§ **WHAT NEEDS TO BE DONE**: Please retype, unchanged, each line from the top of the material below through the line where "through the part" appears.

====================

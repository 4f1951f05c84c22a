"""``filmoptic compare``: candidate materials side by side for the same target."""

from __future__ import annotations

import click

from filmoptic.cli._common import (
    ambient_option,
    angle_option,
    echo_caution,
    emit_json,
    extrapolate_option,
    json_option,
    percent,
    print_table,
    user_errors,
)
from filmoptic.cli.solve import (
    EYE_CAUTION,
    build_conditions,
    condition_json,
    condition_options,
    needs_eye_caution,
    warn_if_half_space,
)


def _warn_thin_metals(table, ambient) -> None:
    """One warning line for every candidate whose answer is thinner than its film constants allow."""
    from filmoptic.materials.films import thin_metal_warning
    from filmoptic.stack import parse_stack

    layers = []
    for c in table.candidates:
        if c.thickness_nm is not None:
            layers += parse_stack(c.stack, ambient=ambient).metal_layers(c.thickness_nm)
    message = thin_metal_warning(layers)
    if message:
        from filmoptic.notes import warn

        warn(message)


def _num(value, fmt):
    return "–" if value is None else format(value, fmt)


@click.command()
@click.argument("materials", nargs=-1, required=True)
@click.option("--on", "substrate", required=True, metavar="SUBSTRATE",
              help='The substrate as in stack notation, e.g. "glass 4mm" (a slab) or "Si" (a half-space).')
@condition_options
@click.option("--range", "range_text", metavar="START:STOP",
              help="Thicknesses to search, nm (default: 0:100 for metals, 0:500 otherwise).")
@angle_option
@ambient_option
@extrapolate_option
@json_option
def compare(materials, substrate, range_text, angle, ambient, extrapolate, as_json, **opts):
    """Compare candidate materials for the same target.

    Each MATERIAL is tried as a single layer on the substrate, solved for the same condition as
    'filmoptic solve' takes (--luminous-T, --luminous-R, --T-at, --R-at, --lab, --hex, --reading),
    and its first answer is summarised:

    Two tables answer two questions. How much light, and where does it go:

    \b
      thickness    the thinnest layer that meets the target (or best colour match)
      Tv           luminous transmittance (ISO 9050, D65): the light through the part
      Rv film      luminous reflectance of the film side (ISO 9050)
      Rv glass     the same seen from the glass side (the back side, for other substrates)
      in film      light absorbed in the layer (turned into heat), luminous-weighted
      in glass     the same in the substrate (a glass plate's own absorption)

    What tint, and how touchy is the thickness:

    \b
      film side, glass side, through   CIELAB chroma C* of the tint seen there: 0 is neutral
                   grey, above about 5 a visible tint
      per nm       how far a 1 nm thickness error moves the target (percentage points, or ΔE00)

    Example:

        filmoptic compare Ti Cr Ni Al Ag --on "glass 4mm" --luminous-T 30%
        filmoptic compare "Al + 2nm oxide" "Ti + 3nm oxide" Ag --on "glass 4mm" --luminous-T 30%

    A candidate written 'METAL + Xnm oxide' carries the native oxide air grows on it (see
    'filmoptic spectrum --help'); its thickness is the metal deposited. When an answer puts a
    metal below the thickness where its tabulated constants describe a continuous film (about
    5 nm for Ti, Cr, Ni, Al; 10-12 nm for Ag, Au, Cu), a warning says so.

    A thin metal film's optical constants differ from the bulk values in the tables; treat the
    thicknesses as a starting point for a calibration run.
    """
    from filmoptic.inverse.choose import compare_materials
    from filmoptic.units import parse_range_nm

    with user_errors():
        range_nm = None if range_text is None else parse_range_nm(range_text)[:2]
        conditions = build_conditions(opts)
        table = compare_materials(materials, substrate, conditions, range_nm=range_nm, angle_deg=angle,
                                  extrapolate=extrapolate, ambient=ambient)
    solved = [c.solution for c in table.candidates if c.solution is not None]
    if not solved:
        from filmoptic.errors import TargetError

        raise TargetError("no candidate meets the target: " + "; ".join(c.note for c in table.candidates))
    with user_errors():
        from filmoptic.stack import parse_stack

        warn_if_half_space(parse_stack(substrate, ambient=ambient), conditions)
    if needs_eye_caution(conditions, solved):
        echo_caution(EYE_CAUTION)
    _warn_thin_metals(table, ambient)
    if as_json:
        emit_json({
            "substrate": table.substrate,
            "condition": condition_json(conditions[0]),
            "conditions": [condition_json(c) for c in conditions],
            "candidates": [{k: v for k, v in c.__dict__.items() if k != "solution"} for c in table.candidates],
        })
        return
    colour_target = conditions[0].kind == "colour"
    for c in conditions:
        click.echo(f"Condition: {c.label()}" + ("" if c.kind == "colour" else f" = {percent(c.value)} %"))
    click.echo(f"Substrate: {table.substrate}")
    click.echo("")
    from filmoptic.stack import parse_stack
    from filmoptic.describe.views import back_side

    back = back_side(parse_stack(table.substrate, ambient=ambient)).split()[0]
    where = "glass" if back == "glass" else "subst."
    light, tint, notes = [], [], []
    for c in table.candidates:
        if c.thickness_nm is None:
            light.append([c.material, "out of reach"] + ["–"] * 5)
            tint.append([c.material] + ["–"] * 4)
            notes.append(f"{c.material}: {c.note}")
            continue
        thickness = f"{c.thickness_nm:.2f}"
        if c.high_nm is not None and c.high_nm > c.low_nm:
            thickness += f" ({c.low_nm:.1f}–{c.high_nm:.1f})"
        change = _num(c.change_per_nm, ".3f") if colour_target else percent(c.change_per_nm, 3)
        light.append([c.material, thickness, percent(c.luminous_T), percent(c.luminous_R),
                      percent(c.luminous_R_reverse), percent(c.absorptance_layers),
                      percent(c.absorptance_substrate)])
        tint.append([c.material, _num(c.reflected_chroma, ".1f"), _num(c.reflected_reverse_chroma, ".1f"),
                     _num(c.transmitted_chroma, ".1f"), change])
    print_table(["material", "thickness (nm)", "Tv %", "Rv film %", f"Rv {back} %", "in film %",
                 f"in {where} %"], light, title="How much light, and where it goes (luminous, ISO 9050)")
    click.echo("")
    print_table(["material", "C* film side", f"C* {back} side", "C* through",
                 "ΔE00 per nm" if colour_target else "% per nm"], tint,
                title="What tint (CIELAB chroma), and how touchy the thickness is")
    for note in notes:
        click.echo(note)
    if any(c.solutions > 1 for c in table.candidates):
        click.echo("Some materials meet the target at several thicknesses; the thinnest is shown "
                   "('filmoptic solve' lists them all).")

====================

§ **TASK RESULT**:
repository 4f1951f05c84c22a
"""``filmoptic compare``: candidate materials side by side for the same target."""

from __future__ import annotations

import click

from filmoptic.cli._common import (
    ambient_option,
    angle_option,
    echo_caution,
    emit_json,
    extrapolate_option,
    json_option,
    percent,
    print_table,
    user_errors,
)
from filmoptic.cli.solve import (
    EYE_CAUTION,
    build_conditions,
    condition_json,
    condition_options,
    needs_eye_caution,
    warn_if_half_space,
)


def _warn_thin_metals(table, ambient) -> None:
    """One warning line for every candidate whose answer is thinner than its film constants allow."""
    from filmoptic.materials.films import thin_metal_warning
    from filmoptic.stack import parse_stack

    layers = []
    for c in table.candidates:
        if c.thickness_nm is not None:
            layers += parse_stack(c.stack, ambient=ambient).metal_layers(c.thickness_nm)
    message = thin_metal_warning(layers)
    if message:
        from filmoptic.notes import warn

        warn(message)


def _num(value, fmt):
    return "–" if value is None else format(value, fmt)


@click.command()
@click.argument("materials", nargs=-1, required=True)
@click.option("--on", "substrate", required=True, metavar="SUBSTRATE",
              help='The substrate as in stack notation, e.g. "glass 4mm" (a slab) or "Si" (a half-space).')
@condition_options
@click.option("--range", "range_text", metavar="START:STOP",
              help="Thicknesses to search, nm (default: 0:100 for metals, 0:500 otherwise).")
@angle_option
@ambient_option
@extrapolate_option
@json_option
def compare(materials, substrate, range_text, angle, ambient, extrapolate, as_json, **opts):
    """Compare candidate materials for the same target.

    Each MATERIAL is tried as a single layer on the substrate, solved for the same condition as
    'filmoptic solve' takes (--luminous-T, --luminous-R, --T-at, --R-at, --lab, --hex, --reading),
    and its first answer is summarised:

    Two tables answer two questions. How much light, and where does it go:

    \b
      thickness    the thinnest layer that meets the target (or best colour match)
      Tv           luminous transmittance (ISO 9050, D65): the light through the part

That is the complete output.